Johann's Research
This is some of the stuff that I'm busy with:
High Performance Node - WEP/WPA
One of the requirements of the High Performance Node is to have WEP or WPA enabled between the wireless links of the mesh nodes. WEP and WPA are both methods enable the encryption of data before it is send over the air. WEP (Wired equivalence privacy) is an older standard and it makes use of a WEP encryption engine while the newer WPA standard added the use of an AES encryption engine. WEP encryption has some security flaws embedded into the protocol and there are several tools available on the Internet that can crack WEP keys. These tools are more effective with the cracking of 64bit WEP keys than with 128bit keys and they require a large amount of captured data. Note that not all WEP keys can be cracked, but only weak keys and that in WPA these security flaws were addressed and fixed.

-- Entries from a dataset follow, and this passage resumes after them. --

using Fractions;
using PathFinder.Algebra;

namespace PathFinder.Routes;

/// <summary>Finds every minimal cycle (circuit of measurement vectors) up to a size bound, each exactly once.</summary>
/// <remarks>
/// <para>A circuit of measurements is either a zero vector alone, two members of one class of parallel vectors, or one
/// member from each class of a circuit of classes. Class circuits are enumerated by their smallest class i as routes
/// to the primitive vector of class i among classes with larger numbers (<see cref="CircuitEngine"/>), so each is
/// found once. Every member choice is then expanded and ranked by |z|.</para>
/// <para>Factors are normalised to coprime integers with the factor of the lowest-numbered measurement positive.</para>
/// </remarks>
public sealed class CycleSearch
{
    private readonly RouteNetwork _network;
    private readonly CycleSearchOptions _options;

    /// <summary>Prepares a search over <paramref name="network"/> with <paramref name="options"/>.</summary>
    public CycleSearch(RouteNetwork network, CycleSearchOptions? options = null)
    {
        ArgumentNullException.ThrowIfNull(network);
        _network = network;
        _options = options ?? new CycleSearchOptions();
        ArgumentOutOfRangeException.ThrowIfLessThan(_options.MaxSize, 1);
        ArgumentOutOfRangeException.ThrowIfLessThan(_options.MaxCycles, 0);
        if (_options.WorkBudget is < 0)
        {
            throw new ArgumentOutOfRangeException(nameof(options), _options.WorkBudget, "The work budget must not be negative.");
        }
    }

    /// <summary>Runs the search.</summary>
    public CycleSearchResult Run()
    {
        var budget = new SearchBudget(_options.TimeBudget, _options.CancellationToken, _options.WorkBudget);
        var kept = new PriorityQueue<Candidate, (double, int, long)>();
        long found = 0, order = 0;

        void Offer(int[] measurements, Fraction[] factors)
        {
            found = found == long.MaxValue ? found : found + 1;
            if (_options.MaxCycles == 0)
            {
                return;
            }

            double residual = 0, variance = 0;
            for (int k = 0; k < measurements.Length; k++)
            {
                double f = factors[k].ToDouble();
                residual += f * _network.Values[measurements[k]];
                variance += f * f * _network.Uncertainties[measurements[k]] * _network.Uncertainties[measurements[k]];
            }

            double absZ = Math.Abs(ZScore(residual, Math.Sqrt(variance)));
            var key = (absZ, -measurements.Length, -order++);
            if (kept.Count < _options.MaxCycles)
            {
                kept.Enqueue(new Candidate(measurements, factors), key);
            }
            else if (kept.TryPeek(out _, out (double, int, long) worst) && Comparer<(double, int, long)>.Default.Compare(key, worst) > 0)
            {
                kept.DequeueEnqueue(new Candidate(measurements, factors), key);
            }
        }

        foreach (int z in _network.ZeroMeasurements)
        {
            Offer([z], [Fraction.One]);
        }

        if (_options.MaxSize >= 2)
        {
            foreach (NetworkClass cls in _network.Classes)
            {
                for (int a = 0; a < cls.Members.Length && !budget.ShouldStop(); a++)
                {
                    for (int b = a + 1; b < cls.Members.Length; b++)
                    {
                        int ma = cls.Members[a], mb = cls.Members[b];
                        Offer([ma, mb], [Fraction.One / _network.ScaleOfMeasurement[ma], -Fraction.One / _network.ScaleOfMeasurement[mb]]);
                    }
                }
            }
        }

        bool certified = true;
        if (_options.MaxSize >= 2 && _network.ClassCount > 0)
        {
            double[] norms = [.. _network.Classes.Select(c => c.Norm).OrderByDescending(n => n).Take(_options.MaxSize)];
            certified = norms.Aggregate(1.0, (p, n) => p * n) < Mersenne61.Prime;
            var engine = new CircuitEngine(_network, budget);
            for (int i = 0; i < _network.ClassCount && !budget.Stopped; i++)
            {
                NetworkClass target = _network.Classes[i];
                engine.Run(target.Species, target.Modular, i + 1, _options.MaxSize - 1, minSteps: 1, (classes, relation) =>
                {
                    Fraction[] k = ClassCircuit.FactorsOf(_network, classes, relation, target.Primitive);
                    int[] cls = [i, .. classes];
                    Fraction[] alpha = [Fraction.One, .. k.Select(f => -f)];
                    ExpandAll(cls, alpha, Offer, budget);
                    return true;
                });
                if (engine.CutByStepBound)
                {
                    budget.Mark(SearchCut.StepBound);
                }
            }
        }

        var cycles = kept.UnorderedItems.Select(x => Build(x.Element)).ToList();
        cycles.Sort(CompareCycles);
        int rank = ExactRank.Of(_network.Vectors);
        return new CycleSearchResult
        {
            Cycles = cycles,
            CyclesFound = found,
            Cut = budget.Cut,
            IndependentCycleCount = _network.Count - rank,
            ExactnessCertified = certified,
            SearchSteps = budget.Steps,
            Elapsed = budget.Clock.Elapsed,
        };
    }

    private void ExpandAll(int[] classes, Fraction[] alpha, Action<int[], Fraction[]> offer, SearchBudget budget)
    {
        int[] choice = new int[classes.Length];
        while (true)
        {
            var measurements = new int[classes.Length];
            var factors = new Fraction[classes.Length];
            for (int j = 0; j < classes.Length; j++)
            {
                int m = _network.Classes[classes[j]].Members[choice[j]];
                measurements[j] = m;
                factors[j] = alpha[j] / _network.ScaleOfMeasurement[m];
            }

            offer(measurements, factors);
            int p = 0;
            while (p < choice.Length && ++choice[p] == _network.Classes[classes[p]].Members.Length)
            {
                choice[p++] = 0;
            }

            if (p == choice.Length || budget.ShouldStop())
            {
                return;
            }
        }
    }

    private Cycle Build(Candidate c)
    {
        SparseVector v = NullSpace.ToPrimitiveIntegers(SparseVector.Create([.. c.Measurements.Select((m, k) => (m, c.Factors[k]))]));
        int[] members = v.Indices.ToArray();
        Fraction[] factors = v.Values.ToArray();
        double residual = 0, variance = 0;
        for (int k = 0; k < members.Length; k++)
        {
            double f = factors[k].ToDouble();
            residual += f * _network.Values[members[k]];
            variance += f * f * _network.Uncertainties[members[k]] * _network.Uncertainties[members[k]];
        }

        double u = Math.Sqrt(variance);
        return new Cycle(members, factors, residual, u, ZScore(residual, u));
    }

    private static double ZScore(double residual, double uncertainty) =>
        uncertainty > 0 ? residual / uncertainty : residual == 0 ? 0 : residual > 0 ? double.PositiveInfinity : double.NegativeInfinity;

    private static int CompareCycles(Cycle a, Cycle b)
    {
        int c = Math.Abs(b.Z).CompareTo(Math.Abs(a.Z));
        if (c != 0)
        {
            return c;
        }

        c = a.Size.CompareTo(b.Size);
        if (c != 0)
        {
            return c;
        }

        for (int k = 0; k < a.Size; k++)
        {
            c = a.Measurements[k].CompareTo(b.Measurements[k]);
            if (c != 0)
            {
                return c;
            }
        }

        return 0;
    }

    private sealed record Candidate(int[] Measurements, Fraction[] Factors);
}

Wireless adapters on Unix Systems can operate in three different modes: Client, Hostap (Access Point) and Adhoc mode. Most of implementations of wireless (802.11) networks are based on a model where there is one Access Point with several wireless clients attached to to it.
AP / client pic
Wireless Mesh networks make use of the less tested Adhoc mode of 802.11.
Mesh network pic
WEP and WPA requires a couple of kld's to be loaded before they can be configured. The following kld's should be added to loader.conf wlan_acl_load="YES" wlan_amrr_load="YES" wlan_ccmp_load="YES" wlan_tkip_load="YES" wlan_wep_load="YES" wlan_xauth_load="YES"
WEP
Enable and test WEP in Adhoc mode on the HPN. WEP makes use of a single PSK that needs to be configured on all the wireless nodes. Any node or wireless device that is configured with this PSK will have the capability to crypt and decrypt these wireless packets. There are two methods to configure WEP in FreeBSD. You can use either use ifconfig directly or you can make use of the WPA supplicant utility.
ifconfig e.g.
mesh-9e69:~ # ifconfig ath0 10.10.1.2/24 wep deftxkey 1 wepkey 128bitwepison mesh-9e69:~ # ifconfig ath0 ath0: flags=8843<UP,BROADCAST,RUNNING,SIMPLEX,MULTICAST> metric 0 mtu 1500 ether 00:80:48:50:9e:69 inet6 fe80::280:48ff:fe50:9e69%ath0 prefixlen 64 scopeid 0x1 inet6 fd9c:6829:597c:20:280:48ff:fe50:9e69 prefixlen 64 inet6 fd9c:6829:597c:20:: prefixlen 64 anycast inet 10.10.1.2 netmask 0xffffff00 broadcast 10.10.1.255 media: IEEE 802.11 Wireless Ethernet autoselect mode 11g <adhoc> status: associated ssid ptamesh channel 13 (2472 Mhz 11g) bssid 56:e5:be:30:14:5a authmode OPEN privacy ON deftxkey 1 wepkey 1:104-bit txpower 31.5 scanvalid 60 bgscan bgscanintvl 300 bgscanidle 250 roam:rssi11g 7 roam:rate11g 5 protmode CTS burst
Test configuration:
Host A ----- wep ------- Host B ----- wep Host C
Enable WEP on three mesh nodes and test connectivity.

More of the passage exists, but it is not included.